___ RECORDS FOR THE TASK

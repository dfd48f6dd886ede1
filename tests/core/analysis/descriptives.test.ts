import { describe, expect, it } from 'vitest';
import { analysisData } from '#core/analysis/analysis-data.ts';
import { valuesOf } from '#core/analysis/cell-summaries.ts';
import { descriptives } from '#core/analysis/descriptives.ts';
import { quantile } from '#core/analysis/quantiles.ts';
import { wilsonInterval } from '#core/analysis/wilson-interval.ts';
import type { Measure } from '#core/protocol/protocol.ts';
import reference from '../../reference/analysis-whole-plans.json' with { type: 'json' };
import { expectRelative } from '../../support/relative.ts';
import { factorOf, measureOf, protocolOf, type Row, snapshotOfRows } from './study-of-rows.ts';

function tables(measures: readonly Measure[], rows: readonly Row[]) {
  const protocol = protocolOf({ withinFactors: [factorOf('glove', ['x', 'y'])], measures });
  const data = analysisData(protocol, snapshotOfRows(rows));
  return descriptives(data, measures[0]!, valuesOf(data, measures[0]!), 0.95);
}

function row(participant: string, condition: string, values: Row['values']): Row {
  return { participant, condition, period: condition === 'x' ? 1 : 2, values };
}

describe('quantile', () => {
  // reference: R quantile(type = 7), tests/reference/analysis-whole-plans.R.
  it('equals R’s type 7', () => {
    const { values, probabilities, type7 } = reference.quantiles;
    const sorted = Float64Array.from(values).sort();
    probabilities.forEach((probability, index) => {
      expectRelative(quantile(sorted, probability), type7[index]!, 1e-14);
    });
  });

  it('refuses to answer without a value or beyond a probability', () => {
    expect(() => quantile([], 0.5)).toThrow('No value');
    expect(() => quantile([1], 1.5)).toThrow('probability');
  });
});

describe('wilsonInterval', () => {
  // published: Newcombe 1998, Statistics in Medicine 17:857, Table I, method 3 (score without
  // continuity correction), four decimals.
  it.each([
    [81, 263, 0.2553, 0.3662],
    [15, 148, 0.0624, 0.1605],
    [0, 20, 0, 0.1611],
    [1, 29, 0.0061, 0.1718],
  ])('of %d in %d is the published one', (successes, trials, lower, upper) => {
    const interval = wilsonInterval(successes, trials, 0.95);
    expect(interval.lower.toFixed(4)).toBe(lower.toFixed(4));
    expect(interval.upper.toFixed(4)).toBe(upper.toFixed(4));
  });

  it('ends exactly at none and at all, and refuses what is no proportion', () => {
    expect(wilsonInterval(0, 7, 0.9).lower).toBe(0);
    expect(wilsonInterval(7, 7, 0.9).upper).toBe(1);
    expect(() => wilsonInterval(8, 7, 0.9)).toThrow('8 of 7');
    expect(() => wilsonInterval(1, 7, 1)).toThrow('confidence level');
  });
});

describe('within-participant intervals', () => {
  // published: Morey 2008. With two conditions the corrected variance of a condition is half the
  // variance of the paired differences: here the differences are 1, 2, 3 with variance 1, so each
  // standard error is √(½/3), and Student's t at 2 degrees of freedom is 4.30265 (common tables).
  it('with two conditions are those of the paired difference over √2', () => {
    const { intervals } = tables(
      [measureOf({ key: 'score' })],
      ['a', 'b', 'c'].flatMap((id, index) => [
        row(id, 'x', { score: 10 * index + index + 1 }),
        row(id, 'y', { score: 10 * index }),
      ]),
    ).withinParticipantIntervals;
    if (!intervals.estimable) throw new Error(intervals.detail);
    for (const { mean, interval } of intervals.conditions) {
      const half = 4.30265 * Math.sqrt(0.5 / 3);
      expect(interval.upper - mean).toBeCloseTo(half, 5);
      expect(mean - interval.lower).toBeCloseTo(half, 5);
    }
  });
});

describe('what a scale adds', () => {
  // Counted by hand.
  it('gives counts a rate per exposure, of those whose exposure is known', () => {
    const measures = [
      measureOf({ key: 'errors', scale: 'count', exposure: { kind: 'measure', measure: 'words' } }),
      measureOf({ key: 'words', scale: 'count' }),
    ];
    const { byCondition } = tables(measures, [
      row('a', 'x', { errors: 3, words: 100 }),
      row('b', 'x', { errors: 5, words: 300 }),
      row('c', 'x', { errors: 9, words: null }),
    ]);
    expect(byCondition[0]?.summary.ofScale).toEqual({
      scale: 'count',
      rate: { estimable: true, total: 8, exposure: 400, rate: 0.02, exposureUnit: 'words' },
    });
    expect(byCondition[1]?.summary.ofScale).toMatchObject({ rate: { estimable: false } });
  });

  it('counts an exposure taken once a period once, however many counts there are', () => {
    const measures = [
      measureOf({ key: 'errors', scale: 'count', exposure: { kind: 'measure', measure: 'time' } }),
      measureOf({ key: 'time', taken: 'once-a-period' }),
    ];
    const { byCondition } = tables(measures, [
      { ...row('a', 'x', { errors: 3, time: null }), repetition: 1 },
      { ...row('a', 'x', { errors: 1, time: 20 }), repetition: 2 },
    ]);
    expect(byCondition[0]?.summary.ofScale).toMatchObject({
      rate: { total: 4, exposure: 20, rate: 0.2 },
    });
  });

  it('gives yes and no a share, ratings their points', () => {
    const binary = tables(
      [measureOf({ key: 'done', scale: 'binary', decimals: 0 })],
      [row('a', 'x', { done: true }), row('b', 'x', { done: false })],
    );
    expect(binary.byCondition[0]?.summary.ofScale).toMatchObject({
      proportion: { successes: 1, trials: 2, proportion: 0.5 },
    });
    const points = [1, 2, 3].map((value) => ({ value, label: `p${value}` }));
    const ordinal = tables(
      [measureOf({ key: 'comfort', scale: 'ordinal', points })],
      [row('a', 'x', { comfort: 3 }), row('b', 'x', { comfort: 3 }), row('c', 'x', { comfort: 1 })],
    );
    expect(ordinal.byCondition[0]?.summary).toMatchObject({
      distribution: { median: 3 },
      ofScale: { points: [{ trials: 1 }, { trials: 0 }, { trials: 2 }] },
    });
  });

  it('has a cell for every site, condition and period, also where nobody was', () => {
    const rows = [row('a', 'x', { score: 1 }), { ...row('b', 'y', { score: 2 }), site: 'site-2' }];
    const found = tables([measureOf({ key: 'score' })], rows);
    expect(found.bySiteAndCondition.map(({ summary }) => summary.trials)).toEqual([1, 0, 0, 1]);
    expect(found.byConditionAndPeriod.map(({ summary }) => summary.trials)).toEqual([1, 0, 0, 1]);
    expect(found.byConditionAndPeriod[1]?.summary.distribution).toMatchObject({
      estimable: false,
      reason: 'too-few-observations',
    });
  });
});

______

Word for word, restate the lines above from the line containing "describe('quantile', () =>" through the line containing "expect(() => wilsonInterval(8, 7, 0.9)).toThrow('8", with both included and nothing else.

describe('quantile', () => {
  // reference: R quantile(type = 7), tests/reference/analysis-whole-plans.R.
  it('equals R’s type 7', () => {
    const { values, probabilities, type7 } = reference.quantiles;
    const sorted = Float64Array.from(values).sort();
    probabilities.forEach((probability, index) => {
      expectRelative(quantile(sorted, probability), type7[index]!, 1e-14);
    });
  });

  it('refuses to answer without a value or beyond a probability', () => {
    expect(() => quantile([], 0.5)).toThrow('No value');
    expect(() => quantile([1], 1.5)).toThrow('probability');
  });
});

describe('wilsonInterval', () => {
  // published: Newcombe 1998, Statistics in Medicine 17:857, Table I, method 3 (score without
  // continuity correction), four decimals.
  it.each([
    [81, 263, 0.2553, 0.3662],
    [15, 148, 0.0624, 0.1605],
    [0, 20, 0, 0.1611],
    [1, 29, 0.0061, 0.1718],
  ])('of %d in %d is the published one', (successes, trials, lower, upper) => {
    const interval = wilsonInterval(successes, trials, 0.95);
    expect(interval.lower.toFixed(4)).toBe(lower.toFixed(4));
    expect(interval.upper.toFixed(4)).toBe(upper.toFixed(4));
  });

  it('ends exactly at none and at all, and refuses what is no proportion', () => {
    expect(wilsonInterval(0, 7, 0.9).lower).toBe(0);
    expect(wilsonInterval(7, 7, 0.9).upper).toBe(1);
    expect(() => wilsonInterval(8, 7, 0.9)).toThrow('8 of 7');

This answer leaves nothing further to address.